Washington - US carbon emissions have dropped 9 per cent since 2007, the result of not only the recession but also increased efficiency and use of alternative energy sources, a top Washington environmental organization said Wednesday. The Earth Policy Institute drew its conclusions from data released by the US government's Department of Energy (DOE) and on its own data.
"For years now, many members of Congress have insisted that cutting carbon emissions was difficult, if not impossible. It is not," wrote Lester Brown, who heads the institute, in a report.
He cited gains from replacing coal with natural gas, wind, solar, and geothermal energy to explain part of the improvement.
Together, the United States and China produce nearly half of the world's carbon emissions blamed for global warming. Neither country appears ready to make compromises or commitments to reductions ahead of the much-awaited new international agreement to be debated in Copenhagen in December.
Brown cited a "startling" fall in the use of coal and oil.
In 2008, oil use dropped 5 per cent, coal 1 per cent, and carbon emissions by 3 per cent. Estimates for 2009, based on DOE data for the first nine months, show oil use down by another 5 per cent. Coal is set to fall by 10 per cent, Brown said.

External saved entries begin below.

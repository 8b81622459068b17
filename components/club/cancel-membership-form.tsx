"use client";

import { useActionState, useState } from "react";
import { cancelMembershipFormAction } from "@/app/(account)/account/membership/actions";
import { Button } from "@/components/ui/button";
import type { ActionResult } from "@/server/action";

/** Cancels at the end of the paid period, after a confirmation step (nothing more is charged). */
export function CancelMembershipForm({ periodEnd }: { periodEnd: string }) {
  const [result, formAction, pending] = useActionState<ActionResult<{ periodEnd: string }> | null>(cancelMembershipFormAction, null);
  const [confirming, setConfirming] = useState(false);
  if (result?.ok) return <p className="text-sm text-muted" role="status">Canceled: your membership runs until {periodEnd} and is not renewed.</p>;
  return (
    <form action={formAction} className="flex flex-col gap-2">
      {confirming ? (
        <>
          <p className="text-sm">
            Cancel your membership? Its perks run until {periodEnd}; nothing more is charged after that.
          </p>
          <div className="flex flex-wrap gap-2">
            <Button type="submit" variant="danger" disabled={pending} data-testid="confirm-cancel-membership">
              {pending ? "Canceling…" : "Yes, cancel at the period end"}
            </Button>
            <Button type="button" variant="secondary" onClick={() => setConfirming(false)}>
              Keep my membership
            </Button>
          </div>
        </>
      ) : (
        <div>
          <Button type="button" variant="secondary" onClick={() => setConfirming(true)} data-testid="cancel-membership">
            Cancel membership
          </Button>
        </div>
      )}
      {result && !result.ok ? (
        <p className="rounded-md bg-rose-soft p-2 text-sm text-rose" role="alert">
          {result.message}
        </p>
      ) : null}
    </form>
  );
}
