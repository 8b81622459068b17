import { getDb } from "@/db";
import { blindPairVoteSchema } from "@/lib/validation/blind-pairs";
import { apiRoute, parseJsonBody } from "@/server/api-route";
import type { Viewer } from "@/server/auth";
import { castBlindPairVote, requireJudging, showNextPair, type NextPairResponse } from "@/server/blind-pairs";
import { HttpError } from "@/server/http-error";

export const dynamic = "force-dynamic";
export const runtime = "nodejs";

type Params = { slug: string };

function signedIn(viewer: Viewer | null): Viewer {
  if (!viewer) throw new HttpError(401, "unauthenticated", "Sign in to do this.");
  return viewer;
}

/** The viewer's next blind pair (ticket + two opaque image URLs) and progress: 200 `NextPairResponse`; 403, 404, 409 no_pairs. */
export const GET = apiRoute<Params>({ role: "supporter" }, async ({ params, viewer }): Promise<NextPairResponse> => {
  const now = new Date();
  const me = signedIn(viewer);
  const db = getDb();
  return showNextPair(db, requireJudging(db, params.slug, me.id, now), me.id, now);
});

/**
 * A vote `{ ticket, choice: "left" | "right" | "tie", website? }`: 200 with the next pair; 403 not
 * eligible; 400/422/429 for a forged, expired or too-fast ticket or a filled honeypot; 409 for a
 * spent ticket or a second vote on the pair.
 */
export const POST = apiRoute<Params>({ role: "supporter" }, async ({ request, params, viewer }): Promise<NextPairResponse> => {
  const now = new Date();
  const me = signedIn(viewer);
  const db = getDb();
  const context = requireJudging(db, params.slug, me.id, now);
  const input = await parseJsonBody(request, blindPairVoteSchema);
  return castBlindPairVote(db, context, me.id, input, now);
});
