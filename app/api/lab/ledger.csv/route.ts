import { getDb } from "@/db";
import { loadLedgerView } from "@/db/queries/ledger";
import { ledgerCsv } from "@/lib/ledger/csv";
import { ledgerFilterSchema } from "@/lib/validation/ledger";
import { apiRoute, parseSearchParams } from "@/server/api-route";

export const dynamic = "force-dynamic";

/** GET /api/lab/ledger.csv?kind=&campaign=&from=YYYY-MM&to=YYYY-MM — the ledger page's rows as CSV, hosts only. */
export const GET = apiRoute({ role: "host" }, async ({ request }) => {
  const filter = parseSearchParams(request, ledgerFilterSchema);
  const { rows, timeZone, fee } = loadLedgerView(getDb(), filter);
  const name = ["proofbay-ledger", filter.from, filter.to].filter(Boolean).join("-");
  return new Response(ledgerCsv(rows, timeZone, fee), {
    headers: {
      "content-type": "text/csv; charset=utf-8",
      "content-disposition": `attachment; filename="${name}.csv"`,
      "cache-control": "no-store",
      "x-content-type-options": "nosniff",
    },
  });
});
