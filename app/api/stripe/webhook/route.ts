import { NextResponse } from "next/server";
import Stripe from "stripe";
import { getDb } from "@/db";
import { applyPledgeEvent } from "@/db/queries/pledges";
import { recordProcessorEvent } from "@/db/queries/processor-events";
import { env } from "@/lib/env";
import { getStripe } from "@/server/stripe";

export const dynamic = "force-dynamic";

/** Stripe's default tolerance for the signed timestamp (5 minutes). */
const SIGNATURE_TOLERANCE_SECONDS = 300;

function badRequest(code: string, message: string) {
  return NextResponse.json({ error: { code, message } }, { status: 400 });
}

/**
 * The payment processor's webhook. Reads the raw body (the signature covers the exact bytes),
 * verifies it with the official SDK, and records each event id once, so replays and duplicates
 * change nothing. Effects per event type are dispatched inside the same transaction, so an event
 * is either recorded with all its effects or not at all (and the processor's retry runs them):
 * Checkout events move pledges (db/queries/pledges.ts `applyPledgeEvent`); every other type, and
 * sessions that are not a pledge's, are acknowledged and ignored.
 */
export async function POST(request: Request) {
  const signature = request.headers.get("stripe-signature");
  if (!signature) return badRequest("missing_signature", "The Stripe-Signature header is missing.");
  const body = await request.text();
  let event: Stripe.Event;
  try {
    event = getStripe().webhooks.constructEvent(body, signature, env.stripe.webhookSecret, SIGNATURE_TOLERANCE_SECONDS);
  } catch (error) {
    const message = error instanceof Error ? error.message : "The signature does not verify.";
    return badRequest("invalid_signature", message);
  }
  const db = getDb();
  const isNew = db.transaction(
    (tx) => {
      if (!recordProcessorEvent(tx, event)) return false;
      applyPledgeEvent(tx, event, { appUrl: env.appUrl });
      return true;
    },
    { behavior: "immediate" },
  );
  return NextResponse.json({ received: true, duplicate: !isNew });
}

Some of the drop has come from a debilitating recession that has dragged down consumer spending and energy use in the past two years.
But Brown said part of the progress came from the administration of US President Barack Obama, which moved immediately within days of taking office in January to write efficiency regulations that had been put off for years by former president George W Bush.
Many of those regulations will improve appliance and car efficiency across the country. At the same time, under Obama, the federal governmentthe largest US energy consumer, with some 500,000 buildings and 600,000 vehicles - is setting its own carbon- cutting goals.
Yet landmark legislation that would for the first time force companies to pay for their pollution has stalled in the US Congress. The lack of a bill could tie Obama's hands at the Copenhagen talks.
Brown said that coal plants are closing and wind farms are multiplying. A total of 102 wind farms came online in 2008. US solar cell installations are also growing at 40 per cent a year, Brown said.
As people turn to more public transit, car owners will have scrapped an estimated 14 million cars in 2009, compared to buying only 10 million new cars, Brown said.